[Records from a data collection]
*** Begin section ***
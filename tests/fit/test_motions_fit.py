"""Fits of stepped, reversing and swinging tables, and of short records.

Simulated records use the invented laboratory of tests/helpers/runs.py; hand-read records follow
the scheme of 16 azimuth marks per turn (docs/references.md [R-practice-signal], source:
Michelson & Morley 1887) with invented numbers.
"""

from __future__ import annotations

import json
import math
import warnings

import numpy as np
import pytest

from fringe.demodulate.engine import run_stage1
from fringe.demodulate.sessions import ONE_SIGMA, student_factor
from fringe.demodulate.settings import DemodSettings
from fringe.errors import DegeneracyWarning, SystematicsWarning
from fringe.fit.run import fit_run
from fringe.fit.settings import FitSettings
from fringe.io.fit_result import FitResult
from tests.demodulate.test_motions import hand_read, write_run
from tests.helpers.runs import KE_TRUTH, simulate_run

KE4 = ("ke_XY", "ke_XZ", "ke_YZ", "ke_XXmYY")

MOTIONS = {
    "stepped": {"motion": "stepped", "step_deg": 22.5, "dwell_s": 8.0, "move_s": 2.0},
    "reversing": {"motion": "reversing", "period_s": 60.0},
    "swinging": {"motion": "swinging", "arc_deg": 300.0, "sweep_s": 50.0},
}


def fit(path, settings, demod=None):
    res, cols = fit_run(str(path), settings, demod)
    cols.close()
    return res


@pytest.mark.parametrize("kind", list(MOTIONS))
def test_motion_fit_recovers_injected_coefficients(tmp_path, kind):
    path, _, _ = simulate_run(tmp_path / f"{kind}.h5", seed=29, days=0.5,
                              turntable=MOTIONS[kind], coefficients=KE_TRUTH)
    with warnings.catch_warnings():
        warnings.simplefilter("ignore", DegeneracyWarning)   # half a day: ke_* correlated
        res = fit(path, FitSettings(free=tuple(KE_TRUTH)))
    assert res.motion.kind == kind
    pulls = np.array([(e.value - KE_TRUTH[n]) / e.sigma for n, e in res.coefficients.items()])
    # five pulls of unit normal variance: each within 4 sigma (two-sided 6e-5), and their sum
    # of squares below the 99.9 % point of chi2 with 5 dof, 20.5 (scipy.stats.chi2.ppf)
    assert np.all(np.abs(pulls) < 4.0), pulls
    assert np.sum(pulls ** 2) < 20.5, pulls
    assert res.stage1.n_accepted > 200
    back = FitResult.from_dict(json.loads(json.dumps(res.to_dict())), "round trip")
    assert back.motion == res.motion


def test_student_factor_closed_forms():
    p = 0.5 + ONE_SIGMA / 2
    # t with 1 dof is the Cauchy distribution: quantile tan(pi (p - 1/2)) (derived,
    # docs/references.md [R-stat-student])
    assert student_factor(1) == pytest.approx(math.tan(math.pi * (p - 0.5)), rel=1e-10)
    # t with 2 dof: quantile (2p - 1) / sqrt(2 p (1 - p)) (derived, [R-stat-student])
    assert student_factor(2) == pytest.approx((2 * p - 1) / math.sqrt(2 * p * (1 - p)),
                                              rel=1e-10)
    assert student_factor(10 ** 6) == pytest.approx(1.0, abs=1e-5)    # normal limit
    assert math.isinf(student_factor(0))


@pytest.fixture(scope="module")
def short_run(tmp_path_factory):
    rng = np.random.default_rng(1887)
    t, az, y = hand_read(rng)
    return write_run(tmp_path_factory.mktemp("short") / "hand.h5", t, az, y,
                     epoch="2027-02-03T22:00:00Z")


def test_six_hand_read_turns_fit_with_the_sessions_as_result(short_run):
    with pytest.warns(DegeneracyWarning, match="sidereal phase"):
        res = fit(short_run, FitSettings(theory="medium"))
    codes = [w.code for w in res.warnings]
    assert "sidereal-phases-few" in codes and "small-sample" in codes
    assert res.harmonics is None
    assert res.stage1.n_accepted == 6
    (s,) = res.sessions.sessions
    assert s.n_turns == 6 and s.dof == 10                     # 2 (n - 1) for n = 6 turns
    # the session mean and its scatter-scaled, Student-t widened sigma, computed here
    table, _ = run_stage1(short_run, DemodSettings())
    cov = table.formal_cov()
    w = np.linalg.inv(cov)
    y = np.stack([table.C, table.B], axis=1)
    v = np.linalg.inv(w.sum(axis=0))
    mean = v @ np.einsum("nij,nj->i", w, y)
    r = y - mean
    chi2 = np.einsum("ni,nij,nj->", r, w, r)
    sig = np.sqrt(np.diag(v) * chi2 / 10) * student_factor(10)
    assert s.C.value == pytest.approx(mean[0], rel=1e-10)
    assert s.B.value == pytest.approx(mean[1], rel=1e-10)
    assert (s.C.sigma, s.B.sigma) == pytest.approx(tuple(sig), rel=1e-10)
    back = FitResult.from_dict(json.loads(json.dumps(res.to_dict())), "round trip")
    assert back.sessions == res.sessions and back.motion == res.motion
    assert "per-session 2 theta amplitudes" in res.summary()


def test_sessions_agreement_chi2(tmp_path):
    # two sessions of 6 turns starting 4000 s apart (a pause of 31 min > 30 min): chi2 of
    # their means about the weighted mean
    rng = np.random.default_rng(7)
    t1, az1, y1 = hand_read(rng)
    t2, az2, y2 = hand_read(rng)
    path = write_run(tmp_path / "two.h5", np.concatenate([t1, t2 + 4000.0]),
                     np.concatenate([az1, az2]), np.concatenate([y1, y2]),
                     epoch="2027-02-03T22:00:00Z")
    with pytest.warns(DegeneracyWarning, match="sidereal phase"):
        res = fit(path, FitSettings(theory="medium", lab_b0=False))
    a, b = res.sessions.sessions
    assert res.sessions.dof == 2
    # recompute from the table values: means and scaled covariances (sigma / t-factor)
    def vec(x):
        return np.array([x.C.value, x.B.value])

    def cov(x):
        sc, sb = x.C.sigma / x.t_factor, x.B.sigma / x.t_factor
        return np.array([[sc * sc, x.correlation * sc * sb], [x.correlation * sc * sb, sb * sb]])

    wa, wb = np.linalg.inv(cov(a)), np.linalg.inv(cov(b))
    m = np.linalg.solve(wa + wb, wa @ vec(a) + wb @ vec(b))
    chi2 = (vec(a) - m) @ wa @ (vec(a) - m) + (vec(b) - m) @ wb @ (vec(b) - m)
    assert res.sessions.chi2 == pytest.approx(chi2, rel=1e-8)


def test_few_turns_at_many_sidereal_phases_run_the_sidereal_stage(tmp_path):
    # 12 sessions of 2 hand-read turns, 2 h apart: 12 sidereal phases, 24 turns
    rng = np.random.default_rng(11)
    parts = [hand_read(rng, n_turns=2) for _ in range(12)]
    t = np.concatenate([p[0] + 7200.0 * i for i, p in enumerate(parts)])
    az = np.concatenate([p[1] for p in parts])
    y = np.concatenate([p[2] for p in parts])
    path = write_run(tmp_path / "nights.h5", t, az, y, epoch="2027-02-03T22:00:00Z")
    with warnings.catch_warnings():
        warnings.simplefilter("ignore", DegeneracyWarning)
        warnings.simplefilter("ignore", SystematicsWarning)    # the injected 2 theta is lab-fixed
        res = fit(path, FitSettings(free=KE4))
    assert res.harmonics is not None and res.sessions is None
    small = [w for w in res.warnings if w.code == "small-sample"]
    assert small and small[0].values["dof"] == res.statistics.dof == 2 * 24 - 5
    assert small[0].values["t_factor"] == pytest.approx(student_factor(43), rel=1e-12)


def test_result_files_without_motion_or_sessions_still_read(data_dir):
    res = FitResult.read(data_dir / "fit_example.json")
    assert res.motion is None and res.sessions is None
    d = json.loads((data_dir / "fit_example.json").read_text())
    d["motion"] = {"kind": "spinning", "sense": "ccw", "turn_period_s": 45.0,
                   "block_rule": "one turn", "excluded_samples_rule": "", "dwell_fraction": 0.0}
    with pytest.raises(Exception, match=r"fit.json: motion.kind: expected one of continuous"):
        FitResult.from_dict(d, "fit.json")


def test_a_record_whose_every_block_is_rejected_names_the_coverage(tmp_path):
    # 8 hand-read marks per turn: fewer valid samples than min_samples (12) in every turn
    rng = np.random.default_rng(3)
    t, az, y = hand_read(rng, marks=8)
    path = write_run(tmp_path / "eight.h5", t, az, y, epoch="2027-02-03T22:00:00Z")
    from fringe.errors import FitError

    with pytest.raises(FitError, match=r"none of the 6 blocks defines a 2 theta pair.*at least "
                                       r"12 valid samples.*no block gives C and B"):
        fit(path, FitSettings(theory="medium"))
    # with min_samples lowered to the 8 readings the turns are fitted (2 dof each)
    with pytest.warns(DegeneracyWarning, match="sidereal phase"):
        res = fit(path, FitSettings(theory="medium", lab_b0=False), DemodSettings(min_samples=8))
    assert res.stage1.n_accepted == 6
*** End section ***
## EXERCISE DIRECTIONS
Take the entries above and return only the lines from the one with "# t with 2 dof: quantile" to the one with "t2, az2, y2 = hand_read(rng)", both included, unchanged.

## EXERCISE OUTPUT
    # t with 2 dof: quantile (2p - 1) / sqrt(2 p (1 - p)) (derived, [R-stat-student])
    assert student_factor(2) == pytest.approx((2 * p - 1) / math.sqrt(2 * p * (1 - p)),
                                              rel=1e-10)
    assert student_factor(10 ** 6) == pytest.approx(1.0, abs=1e-5)    # normal limit
    assert math.isinf(student_factor(0))


@pytest.fixture(scope="module")
def short_run(tmp_path_factory):
    rng = np.random.default_rng(1887)
    t, az, y = hand_read(rng)
    return write_run(tmp_path_factory.mktemp("short") / "hand.h5", t, az, y,
                     epoch="2027-02-03T22:00:00Z")


def test_six_hand_read_turns_fit_with_the_sessions_as_result(short_run):
    with pytest.warns(DegeneracyWarning, match="sidereal phase"):
        res = fit(short_run, FitSettings(theory="medium"))
    codes = [w.code for w in res.warnings]
    assert "sidereal-phases-few" in codes and "small-sample" in codes
    assert res.harmonics is None
    assert res.stage1.n_accepted == 6
    (s,) = res.sessions.sessions
    assert s.n_turns == 6 and s.dof == 10                     # 2 (n - 1) for n = 6 turns
    # the session mean and its scatter-scaled, Student-t widened sigma, computed here
    table, _ = run_stage1(short_run, DemodSettings())
    cov = table.formal_cov()
    w = np.linalg.inv(cov)
    y = np.stack([table.C, table.B], axis=1)
    v = np.linalg.inv(w.sum(axis=0))
    mean = v @ np.einsum("nij,nj->i", w, y)
    r = y - mean
    chi2 = np.einsum("ni,nij,nj->", r, w, r)
    sig = np.sqrt(np.diag(v) * chi2 / 10) * student_factor(10)
    assert s.C.value == pytest.approx(mean[0], rel=1e-10)
    assert s.B.value == pytest.approx(mean[1], rel=1e-10)
    assert (s.C.sigma, s.B.sigma) == pytest.approx(tuple(sig), rel=1e-10)
    back = FitResult.from_dict(json.loads(json.dumps(res.to_dict())), "round trip")
    assert back.sessions == res.sessions and back.motion == res.motion
    assert "per-session 2 theta amplitudes" in res.summary()


def test_sessions_agreement_chi2(tmp_path):
    # two sessions of 6 turns starting 4000 s apart (a pause of 31 min > 30 min): chi2 of
    # their means about the weighted mean
    rng = np.random.default_rng(7)
    t1, az1, y1 = hand_read(rng)
    t2, az2, y2 = hand_read(rng)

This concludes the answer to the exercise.